Agora, o Impossible Burger é feito a partir de proteína de soja, sendo não só acessível a celíacos, como também kosher e halal (ou seja, permitido para judeus e muçulmanos ortodoxos). “Recebemos sugestões dos consumidores e mudamos. É algo que conseguimos fazer, ao contrário da vaca, que não evolui há milhões de anos”, gaba-se Brown. O produto também não tem colesterol e 212 calorias a cada 100 gramas – 18% a menos que a carne bovina tradicional.
Em Las Vegas, a reportagem do Estado experimentou a segunda versão, em vários formatos: recheio de taco e empanadas, além de steak tartare e almôndega. De fato, trata-se de algo que se parece bastante com carne no sabor, mas a textura ainda é um pouco distante – é mais “chiclete” do que um bife grelhado na churrasqueira, que se desmancha na boca.
Além disso, foi possível ver o Impossible Burger sendo preparado – um trabalho tão fácil como fritar um bife. “Estou empolgada com as possibilidades”, disse a chef americana Mary Sue Milliken, dona da cadeia de restaurantes Border Grill, durante o evento. “Acredito que é minha responsabilidade, como chef, oferecer aos meus clientes alternativas mais sustentáveis. Muita gente se preocupa com o planeta, mas não sabe o que fazer.”

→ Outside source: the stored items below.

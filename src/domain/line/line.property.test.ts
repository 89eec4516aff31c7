import fc from 'fast-check';
import { describe, it } from 'vitest';
import { describeSoundness, type Probes } from '../../../tests/support/sound-results';
import type { Answer } from '../units/answer';
import type { Result } from '../units/result';
import * as distributed from './distributed';
import * as loop from './loop';
import * as lumped from './lumped-verdict';
import * as pair from './pair';
import * as feed from './sheet-feed';
import * as strip from './strip';

const PROBES: Probes = {
  distributedHalfPeriod: ([a, b, c]) =>
    distributed.distributedHalfPeriod({ gap_H: a * 1e-9, sheet_H: b * 1e-9, capacitance_F: c * 1e-9 }),
  blumleinLoadVoltage: ([a, b, c]) =>
    distributed.blumleinLoadVoltage({ charge_V: a, load_ohm: b, line_ohm: c }),
  rectangularLoopInductance: ([a, b, c]) =>
    loop.rectangularLoopInductance({ long_m: a, short_m: b, conductorRadius_m: c * 1e-3 }),
  channelLoopInductance: ([a, b]) => loop.channelLoopInductance(a, b),
  spreadInductance: ([a, b, c]) => loop.spreadInductance({ spacing_m: a, foot_m: b, edge_m: b + c }),
  lumpedVerdict: ([a, b, c, d]) =>
    lumped.lumpedVerdict(a * 1e-9, { sheet_H: b * 1e-9, transit_s: c * 1e-9 }, d > 5 ? null : d * 1e-9),
  pairAirImpedance: ([a, b]) => pair.pairAirImpedance({ width_m: a, spacing_m: b }),
  strapInductance: ([a, b, c]) => pair.strapInductance({ width_m: a, spacing_m: b, length_m: c }),
  sheetFeed: ([a, b, c, d, e]) =>
    feed.sheetFeed({ along_m: a, across_m: b, thickness_m: c * 1e-3, eps_r: 1 + d, pairs: 1 + e }),
  stripImpedance: ([a, b, c]) => strip.stripImpedance({ spacing_m: a, width_m: b, eps_r: 1 + c }),
  sheetInductance: ([a, b, c]) => strip.sheetInductance({ spacing_m: a, length_m: b, width_m: c }),
  transitTime: ([a, b]) => strip.transitTime(a, 1 + b),
  fringeShare: ([a, b]) => strip.fringeShare({ spacing_m: a, width_m: b }),
};

describeSoundness('line', PROBES, [distributed, loop, lumped, pair, feed, strip], ['withoutSheet']);

const value = (result: Result<Answer>) => (result.ok ? result.value.value : Number.NaN);
const size = fc.double({ min: 1e-3, max: 1, noNaN: true });
const more = fc.double({ min: 1.01, max: 4, noNaN: true });
const near = (a: number, b: number, tolerance = 1e-9) => Math.abs(a / b - 1) < tolerance;

describe('lines', () => {
  it('have inductance over capacitance as the square of their impedance, and transit as their product', () => {
    fc.assert(
      fc.property(size, size, fc.double({ min: 1, max: 10, noNaN: true }), (h, w, eps_r) => {
        const nH = value(strip.sheetInductance({ spacing_m: h, length_m: 1, width_m: w }));
        const ohm = value(strip.stripImpedance({ spacing_m: h, width_m: w, eps_r }));
        // L = Z T in any line, here in nH, ohm and ns.
        return near(nH, ohm * value(strip.transitTime(1, eps_r)));
      }),
    );
  });

  it('gain inductance with spacing and length and lose it with width', () => {
    fc.assert(
      fc.property(size, size, size, more, (...[h, l, w, by]) => {
        const at = (spacing_m: number, length_m: number, width_m: number) =>
          value(strip.sheetInductance({ spacing_m, length_m, width_m }));
        const here = at(h, l, w);
        return at(by * h, l, w) > here && at(h, by * l, w) > here && at(h, l, by * w) < here;
      }),
    );
  });

  it('of two strips in air never read under the plane wave with its whole edge', () => {
    fc.assert(
      fc.property(size, more, (spacing_m, by) => {
        const at = (width_m: number) => value(pair.pairAirImpedance({ width_m, spacing_m }));
        return at(by * spacing_m) < at(spacing_m);
      }),
    );
  });
});

describe('loops', () => {
  it('do not mind which side is called the long one', () => {
    fc.assert(
      fc.property(size, size, (w, h) => {
        const conductorRadius_m = 0.05 * Math.min(w, h);
        const at = (long_m: number, short_m: number) =>
          value(loop.rectangularLoopInductance({ long_m, short_m, conductorRadius_m }));
        return near(at(w, h), at(h, w));
      }),
    );
  });

  it('scale with their size', () => {
    fc.assert(
      fc.property(size, size, more, (w, h, by) => {
        const at = (k: number) =>
          value(
            loop.rectangularLoopInductance({
              long_m: k * w,
              short_m: k * h,
              conductorRadius_m: k * 0.01 * Math.min(w, h),
            }),
          );
        return near(at(by), by * at(1));
      }),
    );
  });

  it('spread in series: to a ring and on from it is the whole way', () => {
    fc.assert(
      fc.property(size, more, more, (foot_m, a, b) => {
        const at = (from: number, to: number) =>
          value(loop.spreadInductance({ spacing_m: 1e-3, foot_m: from, edge_m: to }));
        return near(at(foot_m, a * foot_m) + at(a * foot_m, a * b * foot_m), at(foot_m, a * b * foot_m));
      }),
    );
  });
});

describe('a sheet on its gap', () => {
  it('rings no faster than without its inductance and no slower than with all of it', () => {
    fc.assert(
      fc.property(fc.double({ min: 0.01, max: 10, noNaN: true }), (ratio) => {
        const half = value(
          distributed.distributedHalfPeriod({ gap_H: 1e-8, sheet_H: ratio * 1e-8, capacitance_F: 1e-9 }),
        );
        const lumpedHalf = (loop_H: number) => Math.PI * Math.sqrt(loop_H * 1e-9);
        return half >= lumpedHalf(1e-8) && half <= lumpedHalf(1e-8 * (1 + ratio));
      }),
    );
  });

  it('stays within the band that the verdict gives its loop', () => {
    fc.assert(
      fc.property(fc.double({ min: 0.001, max: 1, noNaN: true }), (ratio) => {
        const sheet_H = ratio * 1e-8;
        const verdict = lumped.lumpedVerdict(1e-8, { sheet_H, transit_s: 0 });
        if (!verdict.ok || verdict.value.type === 'travelling') return false;
        const half = value(distributed.distributedHalfPeriod({ gap_H: 1e-8, sheet_H, capacitance_F: 1e-9 }));
        const exact_H = (half / Math.PI) ** 2 / 1e-9;
        const { low, high } = verdict.value.loop.band;
        return exact_H >= low && exact_H <= high;
      }),
    );
  });

  it('is matched where the load is twice the line, and never gives twice the charge', () => {
    fc.assert(
      fc.property(size, size, (load_ohm, line_ohm) => {
        const share = value(distributed.blumleinLoadVoltage({ charge_V: 1, load_ohm, line_ohm }));
        return share < 2 && share > 1 === load_ohm > 2 * line_ohm;
      }),
    );
  });
});
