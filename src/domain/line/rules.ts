import type { NumberRule } from '../units/check-number';

/** What a length in metres may be. */
export const LENGTH_RULE: NumberRule = { field: 'length_m', name: 'Length', unit: 'm', min: 1e-7, max: 100 };

export const WIDTH_RULE: NumberRule = { ...LENGTH_RULE, field: 'width_m', name: 'Width' };

/** Thickness of what lies between two conductors. */
export const SPACING_RULE: NumberRule = { ...LENGTH_RULE, field: 'spacing_m', name: 'Spacing' };

export const PERMITTIVITY_RULE: NumberRule = {
  field: 'eps_r',
  name: 'Relative permittivity',
  unit: '',
  min: 1,
  max: 1e5,
};

/** Inductance in henry. */
export const INDUCTANCE_RULE: NumberRule = {
  field: 'inductance_H',
  name: 'Inductance',
  unit: 'H',
  min: 1e-13,
  max: 100,
};

/** mu0 in H/m. Since 2019 it is measured, and 4 pi 1e-7 to 1e-9 of it. */
export const MU0_H_M = 4e-7 * Math.PI;

/** Speed of light in vacuum, m/s; exact by definition. */
export const LIGHT_M_S = 299_792_458;

/** Wave impedance of vacuum, ohm: mu0 c. */
export const VACUUM_OHM = MU0_H_M * LIGHT_M_S;
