import { firstRefusal, ok, refused, type Result } from '../units/result';
import { checkNumber } from '../units/check-number';
import type { Feed } from './lumped-verdict';
import { sheetInductance, transitTime } from './strip';

/** A sheet capacitor as its current sees it: pairs of facing foils side by side. */
export interface FeedSheet {
  /** Along the current. */
  readonly along_m: number;
  /** Across the current. */
  readonly across_m: number;
  /** Of all plies between two foils together. */
  readonly thickness_m: number;
  readonly eps_r: number;
  readonly pairs: number;
}

/**
 * What a sheet capacitor adds to the loop of its gap (physics L): inductance mu0 h l/w, shared by the pairs that lie side
 * by side, and one transit along the current. Refused for lengths that are none.
 */
export function sheetFeed({ along_m, across_m, thickness_m, eps_r, pairs }: FeedSheet): Result<Feed> {
  const inductance = sheetInductance({ spacing_m: thickness_m, width_m: across_m, length_m: along_m });
  const transit = transitTime(along_m, eps_r);
  const bad = firstRefusal([
    inductance,
    transit,
    checkNumber(pairs, { field: 'plate_pairs', name: 'Active plate pairs', unit: '', min: 1, max: 1000 }),
  ]);
  if (bad !== undefined || !inductance.ok || !transit.ok) return refused(bad ?? NOTHING);
  return ok({ sheet_H: (inductance.value.value * 1e-9) / pairs, transit_s: transit.value.value * 1e-9 });
}

const NOTHING = { type: 'no-sheet', words: 'Sheet: no figure can be given.' } as const;
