import fc from 'fast-check';
import { describe, expect, it } from 'vitest';
import { blumleinLoadVoltage, distributedHalfPeriod } from './distributed';
import { channelLoopInductance, rectangularLoopInductance, spreadInductance } from './loop';
import { pairAirImpedance, strapInductance } from './pair';
import { fringeShare, sheetInductance, stripImpedance, transitTime } from './strip';

const value = (result: ReturnType<typeof transitTime>) => (result.ok ? result.value.value : Number.NaN);
const length = fc.double({ min: 1e-4, max: 1, noNaN: true });

describe('sheets', () => {
  it('have impedance times transit as their inductance', () => {
    fc.assert(
      fc.property(length, length, length, (spacing_m, width_m, length_m) => {
        const ohm = value(stripImpedance({ spacing_m, width_m, eps_r: 3.2 }));
        const nH = value(sheetInductance({ spacing_m, width_m, length_m }));
        expect((ohm * value(transitTime(length_m, 3.2))) / nH).toBeCloseTo(1, 9);
      }),
    );
  });

  it('warn and widen downwards where they are narrow', () => {
    const narrow = stripImpedance({ spacing_m: 0.01, width_m: 0.05, eps_r: 1 });
    expect(narrow).toMatchObject({ value: { warnings: [{ type: 'narrow-strip' }] } });
    // The pair in air knows its fringe: it lies inside the band.
    const pair = value(pairAirImpedance({ width_m: 0.05, spacing_m: 0.01 }));
    expect(narrow.ok && narrow.value.band.low < pair && pair < narrow.value.value).toBe(true);
    expect(stripImpedance({ spacing_m: 1e-4, width_m: 0.1, eps_r: 1 })).toMatchObject({
      value: { warnings: [] },
    });
  });

  it('agree with the pair in air by the fringe alone', () => {
    const pair = { width_m: 0.1, spacing_m: 0.004 };
    const plain = value(stripImpedance({ ...pair, eps_r: 1 }));
    const share = value(fringeShare(pair));
    expect(plain / share / value(pairAirImpedance(pair))).toBeCloseTo(1, 2);
  });

  it('have no edge formula for a strip that is nearly as thick as wide', () => {
    expect(fringeShare({ spacing_m: 0.01, width_m: 0.015 })).toMatchObject({
      refusal: { type: 'too-narrow' },
    });
  });
});

describe('pairs and loops', () => {
  it('of straps have more inductance the further apart', () => {
    const nH = (spacing_m: number) => value(strapInductance({ width_m: 0.02, spacing_m, length_m: 0.1 }));
    fc.assert(fc.property(length, (spacing_m) => nH(1.1 * spacing_m) > nH(spacing_m)));
  });

  it('of round wire are the same seen from either side', () => {
    const loop = (long_m: number, short_m: number) =>
      value(rectangularLoopInductance({ long_m, short_m, conductorRadius_m: 0.001 }));
    expect(loop(0.05, 0.03)).toBeCloseTo(loop(0.03, 0.05), 9);
  });

  it('of wire refuse a conductor that fills the loop', () => {
    expect(
      rectangularLoopInductance({ long_m: 0.05, short_m: 0.01, conductorRadius_m: 0.004 }),
    ).toMatchObject({
      refusal: { type: 'too-large', field: 'conductorRadius_m' },
    });
  });

  it('spread to a foot as large as the sheet is refused', () => {
    expect(spreadInductance({ spacing_m: 1e-3, foot_m: 0.1, edge_m: 0.1 })).toMatchObject({
      refusal: { field: 'edge_m' },
    });
  });

  it('of a channel grow with their section', () => {
    expect(value(channelLoopInductance(4e-4, 0.3))).toBeCloseTo(
      2 * value(channelLoopInductance(2e-4, 0.3)),
      9,
    );
  });
});

describe('distributedHalfPeriod', () => {
  const half = (sheet_H: number) =>
    value(distributedHalfPeriod({ gap_H: 1e-8, sheet_H, capacitance_F: 2e-9 }));
  it('is that of a third of the sheet: within 0.011 % at a tenth of the gap, 0.7 % at its own', () => {
    const lumped = (sheet_H: number) => Math.PI * Math.sqrt((1e-8 + sheet_H / 3) * 2e-9);
    expect(Math.abs(half(1e-9) / lumped(1e-9) - 1)).toBeLessThan(1.1e-4);
    expect(Math.abs(half(1e-8) / lumped(1e-8) - 1)).toBeLessThan(0.007);
    expect(Math.abs(half(1e-7) / lumped(1e-7) - 1)).toBeGreaterThan(0.02);
  });

  it('becomes four transits over two, the quarter-wave ring, when the gap is nothing', () => {
    const result = value(distributedHalfPeriod({ gap_H: 1e-13, sheet_H: 1e-6, capacitance_F: 1e-9 }));
    expect(result / (2 * Math.sqrt(1e-6 * 1e-9))).toBeCloseTo(1, 5);
  });
});

describe('every figure', () => {
  it('is finite or refused for any number', () => {
    const any = fc.double();
    fc.assert(
      fc.property(any, any, any, (x, y, z) =>
        [
          stripImpedance({ spacing_m: x, width_m: y, eps_r: z }),
          sheetInductance({ spacing_m: x, width_m: y, length_m: z }),
          transitTime(x, y),
          fringeShare({ spacing_m: x, width_m: y }),
          pairAirImpedance({ spacing_m: x, width_m: y }),
          strapInductance({ spacing_m: x, width_m: y, length_m: z }),
          rectangularLoopInductance({ long_m: x, short_m: y, conductorRadius_m: z }),
          channelLoopInductance(x, y),
          spreadInductance({ spacing_m: x, foot_m: y, edge_m: z }),
          distributedHalfPeriod({ gap_H: x, sheet_H: y, capacitance_F: z }),
          blumleinLoadVoltage({ charge_V: x, load_ohm: y, line_ohm: z }),
        ].every((result) => !result.ok || Number.isFinite(result.value.value)),
      ),
      { numRuns: 500 },
    );
  });

  it('is finite over the whole range that is let in, and inside its band', () => {
    const wide = fc.double({ min: -7, max: 2, noNaN: true }).map((power) => 10 ** power);
    fc.assert(
      fc.property(wide, wide, wide, (x, y, z) =>
        [
          stripImpedance({ spacing_m: x, width_m: y, eps_r: 1 + z }),
          pairAirImpedance({ spacing_m: x, width_m: y }),
          strapInductance({ spacing_m: x, width_m: y, length_m: z }),
          rectangularLoopInductance({ long_m: x, short_m: y, conductorRadius_m: 0.1 * Math.min(x, y) }),
        ].every((result) => {
          if (!result.ok) return true;
          const { value: figure, band } = result.value;
          return Number.isFinite(figure) && figure > 0 && band.low <= figure && figure <= band.high;
        }),
      ),
    );
  });
});
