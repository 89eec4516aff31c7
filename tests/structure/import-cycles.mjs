import { readFileSync, readdirSync } from 'node:fs';
import path from 'node:path';
import ts from 'typescript';

/**
 * For every source file under the given folders, the files that it imports and that import it back, over
 * however many steps. Imports of types alone are left out: they are gone when the program runs.
 * @param {readonly string[]} folders absolute
 * @returns {ReadonlyMap<string, ReadonlySet<string>>} absolute paths
 */
export function findImportCycles(folders) {
  const files = new Set(folders.flatMap(sourceFiles));
  const importsByFile = new Map([...files].map((file) => [file, importedFiles(file, files)]));
  const knots = knotNumbers(importsByFile);
  return new Map(
    [...importsByFile].map(([file, imports]) => [
      file,
      new Set(
        [...imports].filter((imported) => imported === file || knots.get(imported) === knots.get(file)),
      ),
    ]),
  );
}

/**
 * The file that a relative import means, among those known.
 * @param {string} fromFile absolute
 * @param {string} specifier
 * @param {{has: (file: string) => boolean}} files
 */
export function resolveImport(fromFile, specifier, files) {
  if (!specifier.startsWith('.')) return undefined;
  const base = path.resolve(path.dirname(fromFile), specifier);
  return [base, `${base}.ts`, `${base}.tsx`].find((candidate) => files.has(candidate));
}

/** @param {string} folder @returns {string[]} */
function sourceFiles(folder) {
  return readdirSync(folder, { withFileTypes: true, recursive: true })
    .filter((entry) => entry.isFile() && /(?<!\.d)\.(tsx?|mjs)$/.test(entry.name))
    .map((entry) => path.join(entry.parentPath, entry.name));
}

/** @param {string} file @param {ReadonlySet<string>} files */
function importedFiles(file, files) {
  const source = ts.createSourceFile(file, readFileSync(file, 'utf8'), ts.ScriptTarget.Latest);
  const imported = new Set();
  for (const statement of source.statements) {
    const specifier = runtimeSpecifier(statement);
    const target = specifier === undefined ? undefined : resolveImport(file, specifier, files);
    if (target !== undefined) imported.add(target);
  }
  return imported;
}

/** @param {ts.Statement} statement */
function runtimeSpecifier(statement) {
  if (ts.isImportDeclaration(statement)) {
    const isType = statement.importClause?.phaseModifier === ts.SyntaxKind.TypeKeyword;
    return isType || !ts.isStringLiteral(statement.moduleSpecifier)
      ? undefined
      : statement.moduleSpecifier.text;
  }
  if (ts.isExportDeclaration(statement) && !statement.isTypeOnly) {
    const { moduleSpecifier } = statement;
    return moduleSpecifier !== undefined && ts.isStringLiteral(moduleSpecifier)
      ? moduleSpecifier.text
      : undefined;
  }
  return undefined;
}

/**
 * Tarjan's strongly connected components: two files carry the same number when each reaches the other.
 * @param {ReadonlyMap<string, ReadonlySet<string>>} importsByFile
 */
function knotNumbers(importsByFile) {
  const numbers = new Map();
  const order = new Map();
  const lowest = new Map();
  /** @type {string[]} */
  const trail = [];
  let count = 0;

  /** @param {string} file */
  const visit = (file) => {
    order.set(file, order.size);
    lowest.set(file, order.get(file));
    trail.push(file);
    for (const imported of importsByFile.get(file) ?? []) {
      if (!order.has(imported)) visit(imported);
      if (!numbers.has(imported)) lowest.set(file, Math.min(lowest.get(file), lowest.get(imported)));
    }
    if (lowest.get(file) !== order.get(file)) return;
    for (let member = trail.pop(); member !== undefined; member = trail.pop()) {
      numbers.set(member, count);
      if (member === file) break;
    }
    count += 1;
  };

  for (const file of importsByFile.keys()) if (!order.has(file)) visit(file);
  return numbers;
}
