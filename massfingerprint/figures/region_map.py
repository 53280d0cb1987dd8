"""The named regions on three maps: Greenland's sectors, Antarctica's sectors, and the glacier regions of the world."""

import io
import os

import cartopy.crs as ccrs
import geopandas as gpd
from cartopy.mpl.geoaxes import GeoAxes
from matplotlib.backends.backend_agg import FigureCanvasAgg
from matplotlib.figure import Figure
from matplotlib.patheffects import withStroke
from shapely.geometry import Point

from massfingerprint.bundled import open_bundled
from massfingerprint.errors import RegionError
from massfingerprint.files.atomic import write_binary

_DEGREES = ccrs.PlateCarree()
# muted, after the qualitative schemes of Paul Tol for colour blindness; lines and labels tell neighbours apart as well
_PALETTE = ("#88ccee", "#ddcc77", "#cc6677", "#44aa99", "#999933", "#aa4499", "#6699cc", "#bb8855", "#9988cc")
_LAND, _SHELF, _SEA, _INK = "#ece9e2", "#dde6ea", "#ffffff", "#222222"
_SHEETS = ("greenland", "east_antarctica", "west_antarctica", "antarctic_peninsula")

# where a label stands (longitude, latitude); regions that are not here are labelled at a point inside
_SPOTS = {
    "greenland_north": (-50.0, 79.6),
    "greenland_northeast": (-31.0, 77.6),
    "greenland_east": (-33.0, 72.0),
    "greenland_southeast": (-32.0, 62.6),
    "greenland_southwest": (-55.5, 64.3),
    "greenland_west": (-46.5, 70.4),
    "greenland_northwest": (-54.0, 75.8),
    "antarctic_peninsula_graham": (-67.5, -63.1),
    "antarctic_peninsula_palmer": (-65.5, -72.8),
    "west_antarctica_bellingshausen": (-97.2, -67.0),
    "west_antarctica_amundsen": (-107.0, -77.0),
    "west_antarctica_marie_byrd": (-134.0, -72.0),
    "west_antarctica_siple": (-135.0, -81.0),
    "west_antarctica_ronne": (-84.0, -80.0),
    "east_antarctica_filchner": (5.0, -83.5),
    "east_antarctica_dronning_maud": (12.0, -73.5),
    "east_antarctica_transantarctic": (150.0, -81.0),
    "glaciers_01": (-157.0, 65.5),
    "glaciers_02": (-112.0, 46.0),
    "glaciers_03": (-104.0, 79.5),
    "glaciers_04": (-95.0, 68.0),
    "glaciers_05": (-41.0, 74.0),
    "glaciers_06": (-28.0, 62.5),
    "glaciers_07": (8.0, 75.5),
    "glaciers_08": (9.0, 66.5),
    "glaciers_09": (78.0, 79.5),
    "glaciers_10": (128.0, 66.0),
    "glaciers_11": (3.0, 45.5),
    "glaciers_12": (45.0, 38.5),
    "glaciers_13": (107.5, 41.0),
    "glaciers_14": (66.0, 33.0),
    "glaciers_15": (93.0, 23.0),
    "glaciers_16": (-87.0, -9.0),
    "glaciers_17": (-82.0, -45.0),
    "glaciers_18": (171.0, -38.0),
    "glaciers_19": (-50.0, -56.0),
}


def region_map(regions: gpd.GeoDataFrame) -> Figure:
    """Draw the named regions.

    Parameters
    ----------
    regions : GeoDataFrame
        The table of ``regions(*region_names())``: columns ``source``, ``parent``, ``geometry`` (degrees).

    Returns
    -------
    matplotlib.figure.Figure
        Three panels; every region that has ice and no sectors of its own is filled and labelled once.

    Raises
    ------
    RegionError
        If a column is missing.
    """
    missing = [column for column in ("source", "parent", "geometry") if column not in regions]
    if missing:
        raise RegionError(f"regions: lacks column {', '.join(missing)}. Pass regions(*region_names()).")
    figure = Figure(figsize=(9.0, 10.2), facecolor=_SEA)
    FigureCanvasAgg(figure)
    greenland = _panel(figure, (0.02, 0.46, 0.36, 0.50), ccrs.Stereographic(90.0, -42.0), "Greenland: greenland_...")
    greenland.set_extent((-880e3, 930e3, -3480e3, -680e3), crs=greenland.projection)
    antarctica = _panel(
        figure,
        (0.39, 0.46, 0.60, 0.50),
        ccrs.SouthPolarStereo(),
        "Antarctica: east_antarctica_..., west_antarctica_..., antarctic_peninsula_...",
    )
    antarctica.set_extent((-3100e3, 3100e3, -2750e3, 2750e3), crs=antarctica.projection)
    world = _panel(figure, (0.02, 0.01, 0.96, 0.41), _DEGREES, "Glacier regions: glaciers_01 to glaciers_19")
    world.set_extent((-180.0, 180.0, -79.0, 85.0), crs=_DEGREES)
    _background(greenland, antarctica, world)
    leaves = regions[~regions["source"].isin(set(regions["parent"]) - {""}) & ~regions.geometry.is_empty]
    names = leaves["source"].astype(str)
    _fill(greenland, leaves[names.str.startswith("greenland")], outline=0.3)
    _fill(antarctica, leaves[names.str.contains("antarctic")], outline=0.3)
    # glaciers are specks on a map of the world: a broad outline in their own colour keeps them in sight
    _fill(world, leaves[names.str.startswith("glaciers")], outline=1.6)
    return figure


def write_region_map(regions: gpd.GeoDataFrame, path: str | os.PathLike[str], *, dpi: int = 150) -> None:
    """Draw the named regions into a PNG file, whole or not at all.

    Parameters
    ----------
    regions : GeoDataFrame
        As for `region_map`.
    path : path
        Target; its folder must exist.
    dpi : int
        Dots per inch of the 9 by 10.2 inch page.

    Raises
    ------
    RegionError
        If a column is missing.
    MissingFileError
        If the folder does not exist.
    """
    buffer = io.BytesIO()
    region_map(regions).savefig(buffer, format="png", dpi=dpi, metadata={"Software": None})
    write_binary(buffer.getvalue(), path)


def _panel(
    figure: Figure, place: tuple[float, float, float, float], projection: ccrs.Projection, title: str
) -> GeoAxes:
    axes = figure.add_axes(place, projection=projection)
    axes.set_title(title, fontsize=10, loc="left", color=_INK)
    axes.spines["geo"].set(linewidth=0.5, edgecolor="#999999")
    return axes


def _background(greenland: GeoAxes, antarctica: GeoAxes, world: GeoAxes) -> None:
    near, far = open_bundled("land_50m.geojson.gz").geometry, open_bundled("land_110m.geojson.gz").geometry
    for axes, land in ((greenland, near.cx[-90:10, 55:90]), (antarctica, near.cx[:, -90:-55]), (world, far)):
        axes.add_geometries(land, crs=_DEGREES, facecolor=_LAND, edgecolor="none")
    shelves = open_bundled("ice_shelves_50m.geojson.gz").geometry.make_valid()
    antarctica.add_geometries(shelves, crs=_DEGREES, facecolor=_SHELF, edgecolor="none")
    table = open_bundled("region_boundaries.geojson")
    divides = table.geometry[table["kind"] == "divide"]
    for axes, lines in ((greenland, divides.cx[:, 55:90]), (antarctica, divides.cx[:, -90:-55])):
        axes.add_geometries(lines, crs=_DEGREES, facecolor="none", edgecolor=_INK, linewidth=0.7, zorder=3)
    rings = table[(table["kind"] == "domain") & table["name"].str.startswith("glaciers") & (table["takes"] == "ice")]
    world.add_geometries(rings.geometry, crs=_DEGREES, facecolor="none", edgecolor="#888888", linewidth=0.5)


def _fill(axes: GeoAxes, leaves: gpd.GeoDataFrame, *, outline: float) -> None:
    """Fill each region and label it with the part of its name that its panel does not already say."""
    for number, row in enumerate(leaves.itertuples()):
        colour = _PALETTE[number % len(_PALETTE)]
        axes.add_geometries([row.geometry], crs=_DEGREES, facecolor=colour, edgecolor=colour, linewidth=outline)
        _label(axes, str(row.source), row.geometry.representative_point())


def _label(axes: GeoAxes, name: str, inside: Point) -> None:
    longitude, latitude = _SPOTS.get(name, (inside.x, inside.y))
    axes.text(
        longitude,
        latitude,
        _short(name),
        transform=_DEGREES,
        fontsize=8,
        color=_INK,
        ha="center",
        va="center",
        path_effects=[withStroke(linewidth=2.0, foreground="white")],
    )


def _short(name: str) -> str:
    sheet = next((sheet for sheet in _SHEETS if name.startswith(f"{sheet}_")), "glaciers")
    return name.removeprefix(f"{sheet}_")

Para o pesquisador do MIT Media Lab Caleb Harper, especializado em agricultura computacional, o experimento da Impossible é um primeiro passo. “Hoje, gastamos 30 calorias para produzir uma caloria de proteína de carne bovina. Em termos energéticos, é algo pouco eficiente”, diz. “O Impossible Burger é um começo, mas podemos ir muito além em termos de sabor e nutrientes do que apenas replicar a carne.”
Planos. Por enquanto, a segunda versão do Impossible Burger está disponível apenas em uma dezena de restaurantes nos EUA. Até março, espera-se, estará em toda a cadeia de fornecimento da empresa. Mas há mais vindo aí: a expectativa da startup é começar a vender sua carne por quilo em mercearias e supermercados americanos ainda em 2019. “Inicialmente, o preço será equivalente a de um quilo de carne gourmet. Quando ganharmos escala, seremos competitivos”, promete Brown.
Além disso, a empresa almeja também fazer versões vegetais de frango e peixe, bem como de derivados do leite. A meta mais ambiciosa, porém, é fazer com que o mundo pare de consumir carne de origem animal até 2035 – na conversa com o Estado, Brown dispara dados sobre como o consumo de carne é insustentável. Entre seus argumentos está o fato de 41% do território dos EUA ser hoje dedicado à criação de gado ou ao plantio da alimentação para o rebanho – os números são do governo local. Ou de que são necessários 100 mil litros de água para gerar um quilo de carne bovina.
“É o único jeito de que temos de evitar uma catástrofe ambiental”, diz Brown. E ele direciona suas ambições para o Brasil. “Vocês são famosos pelo churrasco, mas também pela Amazônia. Precisamos salvar a Amazônia.”